We left the motel room and walked over to the main lobby and coffee shop. We were led to a lovely private booth by a young thing flashing all white teeth and golden skin that would make you "swoon."
Bucky said, "Dear, I want two bowls, some milk and one banana to make our breakfast."
The sweet young thing said: "Sir - you can't do that. You can't come in here and make your own breakfast."
I said: "Please go get the manager and ask him to come here." When the manager arrived and introduced himself, I said, "Mr. Johnson, this is Buckminster Fuller."
Mr. Johnson become so awe-struck he could hardly speak. Then in almost a shout he ordered, "Two bowls, some milk and a banana . . . and no charge."
Bucky and I were now left alone in our booth. He did order coffee for the two of us. He stopped eating. He bent down close to his coffee cup, almost mesmerized. "Bill . . . Bill . . ." he whispered, "Bill, look at that - LOOK at that!"
I looked. I saw nothing but coffee. "What? . . . Look at what?"
"Look," Bucky said, "Look . . . over against the side of the cup - that bubble forming - that bubble - why? How is it forming?"
"Bucky," I said, almost embarrassed at my ignorance. "Bucky, I don't have a clue - my gawd, Bucky, if you don't know - WHO DOES?"
"That bubble," he said to me, "That bubble - I must understand how that happened and why."
Here was this 85-year-old genius, called the Leonardo da Vinci of our time, looking with awe, wonder and imagination at this bubble in this coffee cup, even as would a child with wonder-filled eyes. I remembered my 98-year-old grandmother, who had not one day of formal schooling out there in West Texas, showing me, with that same wonder and awe, a horned toad, a butterfly, a new rock, a dove's nest. I remembered that Bucky told me that all of his insights came from nature.
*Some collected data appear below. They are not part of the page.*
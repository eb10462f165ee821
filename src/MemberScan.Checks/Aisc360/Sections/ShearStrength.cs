using MemberScan.Mechanics.Sections;

namespace MemberScan.Checks.Aisc360.Sections;

/// <summary>AISC 360-22, G4 and G5 shear and H3.1 torsion of hollow sections: nominal strengths.</summary>
/// <remarks>
/// From memory. Of a tube the torsion constant C is the smaller of <c>π(D − t)²t/2</c> (user note) and 2J/D, which is cautious.
/// Solid bars are held to H3.3(b) by their stresses.
/// </remarks>
public static class ShearStrength
{
    /// <summary>Rectangular hollow sections.</summary>
    public static Clause BoxClause { get; } = StrengthFactor.Clause("G4", "(G4-1)");

    /// <summary>Round hollow sections.</summary>
    public static Clause TubeClause { get; } = StrengthFactor.Clause("G5", "(G5-1)");

    /// <summary>Torsion of hollow sections.</summary>
    public static Clause TorsionClause { get; } = StrengthFactor.Clause("H3.1", "(H3-1)");

    /// <summary>Web shear buckling coefficient C_v2 with k_v = 5 [-].</summary>
    /// <param name="slenderness">h/t [-].</param>
    /// <param name="E">Modulus [Pa].</param>
    /// <param name="F_y">Yield strength [Pa].</param>
    public static double C_v2(double slenderness, double E, double F_y)
    {
        var root = Math.Sqrt(5 * E / F_y);
        if (slenderness <= 1.10 * root) return 1;                                   // (G2-9)

        return slenderness <= 1.37 * root
            ? 1.10 * root / slenderness                                             // (G2-10)
            : 1.51 * 5 * E / (slenderness * slenderness * F_y);                     // (G2-11)
    }

    /// <summary>Shear strength of the two webs of a rectangular hollow section <c>0.6F_y·A_w·C_v2</c> [N].</summary>
    /// <param name="F_y">Yield strength [Pa].</param>
    /// <param name="h">Flat width of the web, side − 3t [m].</param>
    /// <param name="t">Wall [m].</param>
    /// <param name="E">Modulus [Pa].</param>
    public static double V_n_Box(double F_y, double h, double t, double E) => 0.6 * F_y * 2 * h * t * C_v2(h / t, E, F_y);   // (G4-1)

    /// <summary>Shear stress at which a round hollow section buckles or yields [Pa].</summary>
    /// <param name="F_y">Yield strength [Pa].</param>
    /// <param name="E">Modulus [Pa].</param>
    /// <param name="D">Outer diameter [m].</param>
    /// <param name="t">Wall [m].</param>
    /// <param name="L_v">Distance from the largest to no shear; the length of the member is cautious [m].</param>
    public static double F_cr_Shear(double F_y, double E, double D, double t, double L_v) => Math.Min(0.6 * F_y, Math.Max(
        1.60 * E / (Math.Sqrt(L_v / D) * Math.Pow(D / t, 1.25)),                    // (G5-2a)
        0.78 * E / Math.Pow(D / t, 1.5)));                                          // (G5-2b)

    /// <summary>Shear strength of a round hollow section <c>F_cr·A_g/2</c> [N].</summary>
    /// <param name="F_cr">Shear stress [Pa].</param>
    /// <param name="A_g">Area [m²].</param>
    public static double V_n_Tube(double F_cr, double A_g) => F_cr * A_g / 2;      // (G5-1)

    /// <summary>Torsional stress of a round hollow section [Pa].</summary>
    /// <param name="F_y">Yield strength [Pa].</param>
    /// <param name="E">Modulus [Pa].</param>
    /// <param name="D">Outer diameter [m].</param>
    /// <param name="t">Wall [m].</param>
    /// <param name="L">Length of the member [m].</param>
    public static double F_cr_TorsionTube(double F_y, double E, double D, double t, double L) => Math.Min(0.6 * F_y, Math.Max(
        1.23 * E / (Math.Sqrt(L / D) * Math.Pow(D / t, 1.25)),                      // (H3-2a)
        0.60 * E / Math.Pow(D / t, 1.5)));                                          // (H3-2b)

    /// <summary>Torsional stress of a rectangular hollow section [Pa]; null beyond h/t = 260.</summary>
    /// <param name="F_y">Yield strength [Pa].</param>
    /// <param name="E">Modulus [Pa].</param>
    /// <param name="slenderness">h/t of the longer side [-].</param>
    public static double? F_cr_TorsionBox(double F_y, double E, double slenderness)
    {
        var root = Math.Sqrt(E / F_y);
        if (slenderness <= 2.45 * root) return 0.6 * F_y;                           // (H3-3)
        if (slenderness <= 3.07 * root) return 0.6 * F_y * 2.45 * root / slenderness;   // (H3-4)

        return slenderness <= 260 ? 0.458 * Math.PI * Math.PI * E / (slenderness * slenderness) : null;   // (H3-5)
    }

    /// <summary>Torsion constant C of a hollow section [m³].</summary>
    /// <param name="section">Tube or box with its design wall.</param>
    /// <param name="J">Torsion constant of a tube [m⁴]; not used for a box.</param>
    public static double C(CrossSection section, double J) => section switch
    {
        Tube { OuterRadius: var r, Wall: var t } => Math.Min(Math.PI * (2 * r - t) * (2 * r - t) * t / 2, J / r),
        Box { Width: var b, Depth: var h, Wall: var t } => 2 * (b - t) * (h - t) * t - 4.5 * (4 - Math.PI) * t * t * t,
        _ => throw new ArgumentOutOfRangeException(nameof(section)),
    };

    /// <summary>Available shear strengths of a hollow section along y and z [N].</summary>
    internal static (double Y, double Z) Available(AiscCase c)
    {
        var (y, z) = Nominal(c);
        return (StrengthFactor.Member.Available(y, c.Method), StrengthFactor.Member.Available(z, c.Method));
    }

    internal static (double Y, double Z) Nominal(AiscCase c)
    {
        if (c.Section is Box box)
        {
            return (V_n_Box(c.Yield, Math.Max(0, box.Width - 3 * box.Wall), box.Wall, c.Modulus),
                V_n_Box(c.Yield, Math.Max(0, box.Depth - 3 * box.Wall), box.Wall, c.Modulus));
        }

        var tube = (Tube)c.Section;
        var nominal = V_n_Tube(F_cr_Shear(c.Yield, c.Modulus, 2 * tube.OuterRadius, tube.Wall, c.Length), c.Properties.Area);
        return (nominal, nominal);
    }

    /// <summary>Available torsional strength of a hollow section [N·m]; null beyond the scope of H3.1.</summary>
    internal static double? AvailableTorsion(AiscCase c)
    {
        var stress = c.Section switch
        {
            Tube tube => F_cr_TorsionTube(c.Yield, c.Modulus, 2 * tube.OuterRadius, tube.Wall, c.Length),
            Box box => F_cr_TorsionBox(c.Yield, c.Modulus, (Math.Max(box.Width, box.Depth) - 3 * box.Wall) / box.Wall),
            _ => throw new ArgumentException("H3.1 is for hollow sections", nameof(c)),
        };
        return stress is { } F_cr ? StrengthFactor.Member.Available(F_cr * C(c.Section, c.Properties.J ?? 0), c.Method) : null;
    }

    internal static CheckResult.Evaluated CheckShear(AiscCase c, bool isAlongY, double shear)
    {
        var clause = c.Section is Box ? BoxClause : TubeClause;
        var (nominal, available) = isAlongY ? (Nominal(c).Y, Available(c).Y) : (Nominal(c).Z, Available(c).Z);
        var words = c.Section is Box ? "0.6F_y·2ht·C_v2, h = side − 3t, k_v = 5" : $"F_cr·A_g/2, L_v = {Shown.Number(c.Length)} m (member length)";
        return new Calculation(clause)
            .Given("V_r", shear, "N", c.IsRound ? "√(Vy² + Vz²) of the section forces" : "section force, magnitude")
            .With(c.StrengthLines())
            .Found("V_n", words, nominal, "N")
            .Found("V_c", $"V_n{StrengthFactor.Member.Words(c.Method)}", available, "N", $"{clause}, {StrengthFactor.Name(c.Method)}")
            .Utilization($"V_r/V_c = {Shown.KN(shear)}/{Shown.KN(available)}", shear / available);
    }

    internal static CheckResult.Evaluated CheckTorsion(AiscCase c, double available)
    {
        var torsion = Math.Abs(c.Forces.T);
        return new Calculation(TorsionClause)
            .Given("T_r", torsion, "N·m", "section force, magnitude")
            .With(c.StrengthLines())
            .Given("C", C(c.Section, c.Properties.J ?? 0), "m³", c.Section is Box ? "2(b − t)(h − t)t − 4.5(4 − π)t³, H3.1 user note (from memory)" : "smaller of π(D − t)²t/2 and 2J/D (from memory)")
            .Found("T_c", $"F_cr·C{StrengthFactor.Member.Words(c.Method)}", available, "N·m", $"{TorsionClause}, {StrengthFactor.Name(c.Method)}")
            .Utilization($"T_r/T_c = {Shown.Number(torsion / 1e3)}/{Shown.Number(available / 1e3)}", torsion / available);
    }
}
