using System.Globalization;
using MemberScan.Ifc.Units;
using MemberScan.Part21;

namespace MemberScan.Ifc.Frames.Stiffness;

/// <summary>Section constants in the profile properties of the three schemas: fixed attributes in IFC2X3, <c>Pset_ProfileMechanical</c> later.</summary>
internal sealed class StatedConstantsReader
{
    private readonly Instances _instances;
    private readonly Relations _relations;
    private readonly ModelUnits _units;
    private readonly UnitReader _unitReader;
    private readonly Dictionary<ulong, List<Part21Record>> _ofProfile = [];

    public StatedConstantsReader(Instances instances, Relations relations, ModelUnits units, UnitReader unitReader)
    {
        (_instances, _relations, _units, _unitReader) = (instances, relations, units, unitReader);
        foreach (var properties in instances.File.RecordsOf("IFCPROFILEPROPERTIES"))
        {
            if (!properties[3].TryReference(out var profile)) continue;

            if (!_ofProfile.TryGetValue(profile, out var list)) _ofProfile[profile] = list = [];
            list.Add(properties);
        }
    }

    /// <summary>What is stated of the section of a member; null where nothing is, or where several sections are named.</summary>
    public StatedConstants? Of(ulong member)
    {
        var fixedOnes = _relations.ProfilePropertiesOf(member);
        if (fixedOnes.Count > 0)
            return fixedOnes.Count == 1 && _instances.File.TryFind(fixedOnes[0].Properties, out var record) && record.Keyword is "IFCSTRUCTURALPROFILEPROPERTIES" or "IFCSTRUCTURALSTEELPROFILEPROPERTIES" ? Fixed(record) : null;

        var profiles = Profiles(member).Distinct().ToList();
        return profiles.Count == 1 && _ofProfile.TryGetValue(profiles[0], out var sets) ? OfSets(sets) : null;
    }

    private StatedConstants Fixed(Part21Record r) => new(
        Value(r[6], null, 2), Value(r[9], null, 4), Value(r[10], null, 4), Number(r[8], null, 4), Value(r[7], null, 4), Value(r[15], null, 2), Value(r[14], null, 2),
        string.Create(CultureInfo.InvariantCulture, $"profile properties #{r.Id}"));

    private StatedConstants OfSets(List<Part21Record> sets)
    {
        var properties = sets.SelectMany(s => _instances.FollowAll(s[2])).Where(p => p.Keyword == "IFCPROPERTYSINGLEVALUE").ToList();
        double? Of(string name, int power, bool signed = false) =>
            properties.Find(p => string.Equals(Instances.Text(p[0]).Trim(), name, StringComparison.OrdinalIgnoreCase)) is { Id: not 0 } property
                ? signed ? Number(property[2], property[3], power) : Value(property[2], property[3], power)
                : null;
        return new StatedConstants(
            Of("CrossSectionArea", 2), Of("MomentOfInertiaY", 4), Of("MomentOfInertiaZ", 4), Of("MomentOfInertiaYZ", 4, signed: true), Of("TorsionalConstantX", 4),
            Of("ShearDeformationAreaY", 2), Of("ShearDeformationAreaZ", 2),
            string.Create(CultureInfo.InvariantCulture, $"profile properties {string.Join(", ", sets.Select(s => $"#{s.Id}"))}"));
    }

    private double? Value(Part21Value value, Part21Value? own, int power) => Number(value, own, power) is > 0 and var number ? number : null;

    /// <summary>A value in its own unit, that of the model for its kind, or else the power of the model's unit of length.</summary>
    private double? Number(Part21Value value, Part21Value? own, int power)
    {
        if (Instances.Real(value) is not { } number) return null;

        double? factor = null;
        if (own is { IsEmpty: false } unit) factor = _instances.TryFollow(unit, out var record) ? _unitReader.Factor(record) : null;
        else factor = _units.FactorOf(power == 2 ? "AREAUNIT" : "MOMENTOFINERTIAUNIT") ?? (_units.Length is { } metre ? Math.Pow(metre, power) : null);
        return number * factor is { } si && double.IsFinite(si) ? si : null;
    }

    private IEnumerable<ulong> Profiles(ulong member)
    {
        foreach (var id in _relations.MaterialsOf(member))
        {
            if (!_instances.File.TryFind(id, out var record)) continue;
            if (record.Keyword == "IFCMATERIALPROFILESETUSAGE" && !_instances.TryFollow(record[0], out record)) continue;

            List<Part21Record> parts = record.Keyword == "IFCMATERIALPROFILESET" ? [.. _instances.FollowAll(record[2])] : [record];
            foreach (var part in parts)
                if (part.Keyword is "IFCMATERIALPROFILE" or "IFCMATERIALPROFILEWITHOFFSETS" && part[3].TryReference(out var profile))
                    yield return profile;
        }
    }
}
His brilliant geodesic dome came from observing spider webs and beehives, he told me.
The spiritual life means being aware that this moment now, this day, this wonder, this touch, this smell, this event, this happening will never again come this way within this context. Celebrate it. It can change your life. I promise you. Remember that as e.e. cummings said, "life is not a paragraph . . . and death, I think, is no parenthesis."